If firmware loading failed you will find the file name of the required firmware.

----------

## donald3.heckel

link to command outputs: [http://bpaste.net/show/100845/ (dmesg | grepirmw)], [http://bpaste.net/show/100846/ (dmesg | less)], [(ifconfig -a) http://bpaste.net/show/100847/]

Thanks for the reply. I have loaded it as <M> and put it into the modules file. This particular module loads successfully.

However, the wireless does not work.

Sincerely,

donald3.heckel

Thanks.

----------

## donald3.heckel

I would like to have this solved as soon as possible. I have an event that I need to attend to in two days that requires my laptop.

All help will be greatly appreciated.

Sincerely,

donald3.heckel

----------

## NeddySeagoon

donald3.heckel,

You have done that hard bit, making the device appear in ifconfig -a

Some systems have a power switch for the radio transmitter as turning off the transmitter extends battery life.

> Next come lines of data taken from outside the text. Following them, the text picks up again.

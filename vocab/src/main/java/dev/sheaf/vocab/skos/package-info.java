/** SKOS export and import (Turtle, RDF/XML) through Eclipse RDF4J Rio, with Sheaf's own small namespace for facet properties. */
package dev.sheaf.vocab.skos;
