package dev.sheaf.vocab.skos;

import dev.sheaf.vocab.Bucket;
import dev.sheaf.vocab.Concept;
import dev.sheaf.vocab.Decision;
import dev.sheaf.vocab.FacetProperties;
import dev.sheaf.vocab.Label;
import dev.sheaf.vocab.Mapping;
import dev.sheaf.vocab.MatchKind;
import dev.sheaf.vocab.Provenance;
import dev.sheaf.vocab.Retired;
import dev.sheaf.vocab.Vocabulary;
import java.util.List;
import java.util.Map;
import org.eclipse.rdf4j.model.BNode;
import org.eclipse.rdf4j.model.IRI;
import org.eclipse.rdf4j.model.Model;
import org.eclipse.rdf4j.model.ValueFactory;
import org.eclipse.rdf4j.model.impl.SimpleValueFactory;
import org.eclipse.rdf4j.model.impl.TreeModel;
import org.eclipse.rdf4j.model.vocabulary.DCTERMS;
import org.eclipse.rdf4j.model.vocabulary.OWL;
import org.eclipse.rdf4j.model.vocabulary.RDF;
import org.eclipse.rdf4j.model.vocabulary.SKOS;
import org.eclipse.rdf4j.model.vocabulary.XSD;

/** Builds the RDF graph of a vocabulary (sorted, with stable blank-node ids, so output is repeatable). */
final class SkosWriter {
    private static final ValueFactory VF = SimpleValueFactory.getInstance();

    private SkosWriter() {
    }

    static IRI schemeIri(String base) {
        return VF.createIRI(base.substring(0, base.length() - 1));
    }

    static IRI matchProperty(MatchKind k) {
        switch (k) {
            case EXACT:
                return SKOS.EXACT_MATCH;
            case CLOSE:
                return SKOS.CLOSE_MATCH;
            case BROAD:
                return SKOS.BROAD_MATCH;
            case NARROW:
                return SKOS.NARROW_MATCH;
            default:
                return SKOS.RELATED_MATCH;
        }
    }

    static Model toModel(Vocabulary v, String base) {
        Model m = new TreeModel();
        m.setNamespace("skos", SKOS.NAMESPACE);
        m.setNamespace("dct", DCTERMS.NAMESPACE);
        m.setNamespace("owl", OWL.NAMESPACE);
        m.setNamespace("xsd", XSD.NAMESPACE);
        m.setNamespace(SheafNs.PREFIX, SheafNs.NS);
        m.setNamespace("", base);
        IRI s = schemeIri(base);
        m.add(s, RDF.TYPE, SKOS.CONCEPT_SCHEME);
        m.add(s, DCTERMS.IDENTIFIER, VF.createLiteral(v.scheme().id()));
        m.add(s, SheafNs.BASE_IRI, VF.createLiteral(base, XSD.ANYURI));
        m.add(s, SheafNs.DEFAULT_LANGUAGE, VF.createLiteral(v.defaultLanguage()));
        v.scheme().titles().forEach((lang, t) -> m.add(s, SKOS.PREF_LABEL, VF.createLiteral(t, lang)));
        int[] buckets = {0};
        for (Concept c : v.allConcepts()) {
            IRI ci = VF.createIRI(base + c.id());
            m.add(ci, RDF.TYPE, SKOS.CONCEPT);
            m.add(ci, SKOS.IN_SCHEME, s);
            c.prefLabels().forEach((lang, t) -> m.add(ci, SKOS.PREF_LABEL, VF.createLiteral(t, lang)));
            for (Label l : c.altLabels()) {
                m.add(ci, SKOS.ALT_LABEL, VF.createLiteral(l.text(), l.lang()));
            }
            for (Label l : c.hiddenLabels()) {
                m.add(ci, SKOS.HIDDEN_LABEL, VF.createLiteral(l.text(), l.lang()));
            }
            for (String b : c.broader()) {
                IRI bi = VF.createIRI(base + b);
                m.add(ci, SKOS.BROADER, bi);
                m.add(bi, SKOS.NARROWER, ci);
            }
            for (String r : c.related()) {
                m.add(ci, SKOS.RELATED, VF.createIRI(base + r));
            }
            notes(m, ci, SKOS.SCOPE_NOTE, c.scopeNotes());
            notes(m, ci, SKOS.DEFINITION, c.definitions());
            for (Mapping x : c.mappings()) {
                m.add(ci, matchProperty(x.kind()), VF.createIRI(x.iri()));
            }
            if (c.splitFrom() != null) {
                m.add(ci, SheafNs.SPLIT_FROM, VF.createIRI(base + c.splitFrom()));
            }
            Provenance p = c.provenance();
            if (p != null) {
                if (p.harvestTerm() != null) {
                    m.add(ci, SheafNs.HARVEST_TERM, VF.createLiteral(p.harvestTerm()));
                }
                if (p.when() != null) {
                    m.add(ci, DCTERMS.CREATED, VF.createLiteral(p.when().toString(), XSD.DATETIME));
                }
                if (p.by() != null) {
                    m.add(ci, DCTERMS.CREATOR, VF.createLiteral(p.by()));
                }
            }
            if (c.isFacet()) {
                facet(m, ci, s, c.facet(), buckets);
            }
        }
        for (Retired r : v.retired()) {
            IRI ri = VF.createIRI(base + r.id());
            m.add(ri, RDF.TYPE, SheafNs.RETIRED_CONCEPT);
            m.add(ri, OWL.DEPRECATED, VF.createLiteral(true));
            if (r.replacedBy() != null) {
                m.add(ri, DCTERMS.IS_REPLACED_BY, VF.createIRI(base + r.replacedBy()));
            }
            if (r.formerLabel() != null) {
                m.add(ri, SheafNs.FORMER_LABEL, VF.createLiteral(r.formerLabel(), v.defaultLanguage()));
            }
        }
        List<Decision> ds = v.decisions();
        for (int i = 0; i < ds.size(); i++) {
            Decision d = ds.get(i);
            BNode n = VF.createBNode("decision" + (i + 1));
            m.add(s, SheafNs.DECISION, n);
            m.add(n, RDF.TYPE, SheafNs.CANDIDATE_DECISION);
            m.add(n, SheafNs.TERM, VF.createLiteral(d.term()));
            m.add(n, SheafNs.OUTCOME, VF.createLiteral(d.outcome().word()));
            if (d.concept() != null) {
                m.add(n, SheafNs.KEPT_AS, VF.createIRI(base + d.concept()));
            }
            if (d.reason() != null) {
                m.add(n, SheafNs.REASON, VF.createLiteral(d.reason()));
            }
            if (d.when() != null) {
                m.add(n, DCTERMS.DATE, VF.createLiteral(d.when().toString(), XSD.DATETIME));
            }
            if (d.by() != null) {
                m.add(n, DCTERMS.CREATOR, VF.createLiteral(d.by()));
            }
        }
        return m;
    }

    private static void notes(Model m, IRI ci, IRI p, Map<String, String> notes) {
        notes.forEach((lang, t) -> m.add(ci, p, VF.createLiteral(t, lang)));
    }

    private static void facet(Model m, IRI ci, IRI s, FacetProperties f, int[] counter) {
        m.add(ci, SKOS.TOP_CONCEPT_OF, s);
        m.add(s, SKOS.HAS_TOP_CONCEPT, ci);
        m.add(ci, RDF.TYPE, SheafNs.FACET);
        m.add(ci, SheafNs.VALUE_KIND, VF.createLiteral(f.valueKind().word()));
        m.add(ci, SheafNs.MULTI_VALUED, VF.createLiteral(f.multiValued()));
        m.add(ci, SheafNs.REGULATED_CLAIM, VF.createLiteral(f.regulatedClaim()));
        for (String cat : f.categories()) {
            m.add(ci, SheafNs.CATEGORY, VF.createLiteral(cat));
        }
        if (f.unit() != null) {
            m.add(ci, SheafNs.UNIT, VF.createLiteral(f.unit()));
        }
        List<Bucket> bs = f.buckets();
        for (int i = 0; i < bs.size(); i++) {
            Bucket b = bs.get(i);
            BNode n = VF.createBNode("bucket" + (++counter[0]));
            m.add(ci, SheafNs.BUCKET, n);
            m.add(n, SheafNs.BUCKET_LABEL, VF.createLiteral(b.label()));
            if (b.min() != null) {
                m.add(n, SheafNs.MIN, VF.createLiteral(b.min()));
            }
            if (b.max() != null) {
                m.add(n, SheafNs.MAX, VF.createLiteral(b.max()));
            }
        }
    }
}
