package dev.sheaf.miner.mine;

import static org.junit.jupiter.api.Assertions.assertEquals;
import static org.junit.jupiter.api.Assertions.assertNotEquals;
import static org.junit.jupiter.api.Assertions.assertThrows;
import static org.junit.jupiter.api.Assertions.assertTrue;

import dev.sheaf.miner.text.Dimension;
import java.util.LinkedHashMap;
import java.util.List;
import java.util.Locale;
import java.util.Map;
import java.util.Optional;
import org.junit.jupiter.api.Test;
import org.junit.jupiter.params.ParameterizedTest;
import org.junit.jupiter.params.provider.CsvSource;

/** Spec keys: normal forms, clusters, canonical names, counts and dimensions. Keys and counts are invented. */
class SpecKeysTest {

    @ParameterizedTest(name = "''{0}'' → ''{1}''")
    @CsvSource(delimiter = '|', textBlock = """
            Weight                   | weight
            Wt.                      | weight
            Item weight              | item weight
            WEIGHT (kg)              | weight
            Weight:                  | weight
            Weight, g                | weight
            Weight in grams          | weight
            Weight (g/oz)            | weight
            Item_Weight              | item weight
            Packed Wt                | packed weight
            Min. trail weight        | minimum trail weight
            Trail weight (approx.)   | trail weight
            Capacity [L]             | capacity
            Vol.                     | volume
            Colour                   | colour
            Main material            | main material
            No. of pockets           | number of pockets
            Pkg. dims                | package dimensions
            Dimensions (L x W x H)   | dimensions
            Temperature rating (°F)  | temperature rating
            HH                       | hydrostatic head
            Fill-power               | fill power
            Pole diameter (mm)       | pole diameter
            Fit (athletic)           | fit athletic
            (kg)                     | kg
            """)
    void normalisesRawKeys(String raw, String normal) {
        assertEquals(normal, SpecKeys.normalise(raw));
    }

    @Test
    void noIsANumberOnlyWhenWrittenWithItsDot() {
        assertEquals("number of pockets", SpecKeys.normalise("No. of pockets"));
        assertEquals("no fly pitch", SpecKeys.normalise("No-fly pitch"));
    }

    @Test
    void normalisesUnderATurkishDefaultLocale() {
        Locale saved = Locale.getDefault();
        try {
            Locale.setDefault(Locale.forLanguageTag("tr-TR"));
            assertEquals("weight", SpecKeys.normalise("WEIGHT (KG)"));
            assertEquals("minimum trail weight", SpecKeys.normalise("MIN. TRAIL WEIGHT"));
            assertEquals(SpecKeys.cluster(Map.of("WEIGHT", 3L, "weight", 2L)).size(), 1);
        } finally {
            Locale.setDefault(saved);
        }
    }

    @Test
    void clustersWeightSpellingsButKeepsPackedAndTrailWeightApart() {
        Map<String, Long> counts = new LinkedHashMap<>();
        counts.put("Weight", 120L);
        counts.put("Wt.", 30L);
        counts.put("Item weight", 45L);
        counts.put("WEIGHT (kg)", 12L);
        counts.put("Packed Wt", 40L);
        counts.put("Packed weight", 25L);
        counts.put("Minimum trail weight", 18L);
        List<SpecKeyCluster> clusters = SpecKeys.cluster(counts);

        assertEquals(List.of("weight", "packed weight", "minimum trail weight"), clusters.stream().map(SpecKeyCluster::name).toList());
        SpecKeyCluster weight = clusters.get(0);
        assertEquals(207L, weight.count());
        assertEquals(List.of("Weight", "Item weight", "Wt.", "WEIGHT (kg)"), weight.members().stream().map(SpecKeyCluster.Member::rawKey).toList());
        assertEquals(List.of(120L, 45L, 30L, 12L), weight.members().stream().map(SpecKeyCluster.Member::count).toList());
        assertEquals(Optional.of(Dimension.MASS), weight.dimension(), "the (kg) suffix names the dimension");
        assertEquals(65L, clusters.get(1).count());
    }

    @Test
    void theCanonicalNameIsTheMostFrequentNormalForm() {
        // "weight" is carried by Weight (10) + Wt. (8) = 18 listings, "item weight" by 15
        List<SpecKeyCluster> clusters = SpecKeys.cluster(Map.of("Weight", 10L, "Wt.", 8L, "Item weight", 15L));
        assertEquals(1, clusters.size());
        assertEquals("weight", clusters.get(0).name());
        // with Item weight the single most common form, it names the cluster
        assertEquals("item weight", SpecKeys.cluster(Map.of("Weight", 10L, "Item weight", 15L)).get(0).name());
    }

    @Test
    void clustersUsAndUkSpellingsAndPlurals() {
        List<SpecKeyCluster> clusters = SpecKeys.cluster(Map.of("Colour", 50L, "Color", 20L, "Colours", 5L, "Main material", 9L,
                "Material", 30L, "Fabric", 12L));
        assertEquals(List.of("colour", "material", "fabric"), clusters.stream().map(SpecKeyCluster::name).toList());
        assertEquals(75L, clusters.get(0).count());
        assertEquals(39L, clusters.get(1).count());
    }

    @Test
    void capacityAndVolumeMergeUnlessTheirValuesMeasureDifferentThings() {
        Map<String, Long> counts = Map.of("Capacity", 40L, "Volume", 30L, "Vol.", 5L);
        assertEquals(1, SpecKeys.cluster(counts).size(), "without values the synonyms merge");

        Map<String, List<String>> values = Map.of(
                "Capacity", List.of("2-person", "3-person", "2P"),
                "Volume", List.of("20 L", "35 L", "1,200 cu in"));
        List<SpecKeyCluster> clusters = SpecKeys.cluster(counts, values);
        assertEquals(2, clusters.size(), clusters::toString);
        assertEquals("capacity", clusters.get(0).name());
        assertEquals(Optional.of(Dimension.COUNT), clusters.get(0).dimension());
        assertEquals("volume", clusters.get(1).name());
        assertEquals(Optional.of(Dimension.VOLUME), clusters.get(1).dimension());
        assertEquals(35L, clusters.get(1).count());

        Map<String, List<String>> sameDimension = Map.of("Capacity", List.of("20 L", "28 L"), "Volume", List.of("35 L"));
        assertEquals(1, SpecKeys.cluster(counts, sameDimension).size());
    }

    @Test
    void oneKeyWhoseValuesMeasureTwoThingsSplitsByDimension() {
        Map<String, Long> counts = Map.of("Capacity", 40L, "Capacity (L)", 25L);
        List<SpecKeyCluster> clusters = SpecKeys.cluster(counts, Map.of("Capacity", List.of("2-person", "4P")));
        assertEquals(2, clusters.size(), clusters::toString);
        assertEquals(Optional.of(Dimension.COUNT), clusters.get(0).dimension());
        assertEquals(Optional.of(Dimension.VOLUME), clusters.get(1).dimension());
    }

    @Test
    void aKeyNeedsHalfItsValuesToMeasureOneDimension() {
        var clusters = SpecKeys.cluster(Map.of("Notes", 3L), Map.of("Notes", List.of("1.2 kg", "ripstop", "bring stakes")));
        assertEquals(Optional.empty(), clusters.get(0).dimension());
        clusters = SpecKeys.cluster(Map.of("Hydrostatic head", 3L), Map.of("Hydrostatic head", List.of("3000 mm", "1,500 mm", "n/a")));
        assertEquals(Optional.of(Dimension.WATER_COLUMN), clusters.get(0).dimension(), "the key is the cue for mm as water column");
    }

    @Test
    void clustersAreOrderedByCountThenNameWhateverTheMapOrder() {
        Map<String, Long> a = new LinkedHashMap<>();
        a.put("Fabric", 5L);
        a.put("Colour", 5L);
        a.put("Weight", 9L);
        Map<String, Long> b = new LinkedHashMap<>();
        b.put("Weight", 9L);
        b.put("Colour", 5L);
        b.put("Fabric", 5L);
        assertEquals(SpecKeys.cluster(a), SpecKeys.cluster(b));
        assertEquals(List.of("weight", "colour", "fabric"), SpecKeys.cluster(a).stream().map(SpecKeyCluster::name).toList());
    }

    @Test
    void keysThatNormaliseToNothingAreLeftOut() {
        assertEquals(List.of(), SpecKeys.cluster(Map.of("  ", 4L, "--", 2L)));
    }

    @Test
    void aCountBelowOneIsMisuseNamedInTheMessage() {
        IllegalArgumentException e = assertThrows(IllegalArgumentException.class, () -> SpecKeys.cluster(Map.of("Weight", 0L)));
        assertTrue(e.getMessage().contains("'Weight'"), e.getMessage());
    }

    @Test
    void differentFacetsKeepDifferentClusterKeys() {
        assertNotEquals(SpecKeys.analyse("Packed weight").clusterKey, SpecKeys.analyse("Weight").clusterKey);
        assertNotEquals(SpecKeys.analyse("Total weight").clusterKey, SpecKeys.analyse("Weight").clusterKey);
        assertEquals(SpecKeys.analyse("Net weight").clusterKey, SpecKeys.analyse("Weight").clusterKey);
        assertEquals(SpecKeys.analyse("Dimensions").clusterKey, SpecKeys.analyse("Dimension").clusterKey);
    }
}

Switches come tin two main sorts. A keyboard combination that must be detected and acted upon by software, and a physical hardware switch.

These hardware switches come in two sorts too. Ones that operate light a lightswitch and actually control the power and switches that are read and acted on by software.

Which sort do you have, if any.

You may want to add the kernel option RF Kill and emerge rfkill for the user space tools.  This lets you read and in some cases control the software switches.

I don't use these packages as my WiFi is a USB dongle.

What do you use for encryption ?

WEP, WPA etc.

How do you manage association with your access point?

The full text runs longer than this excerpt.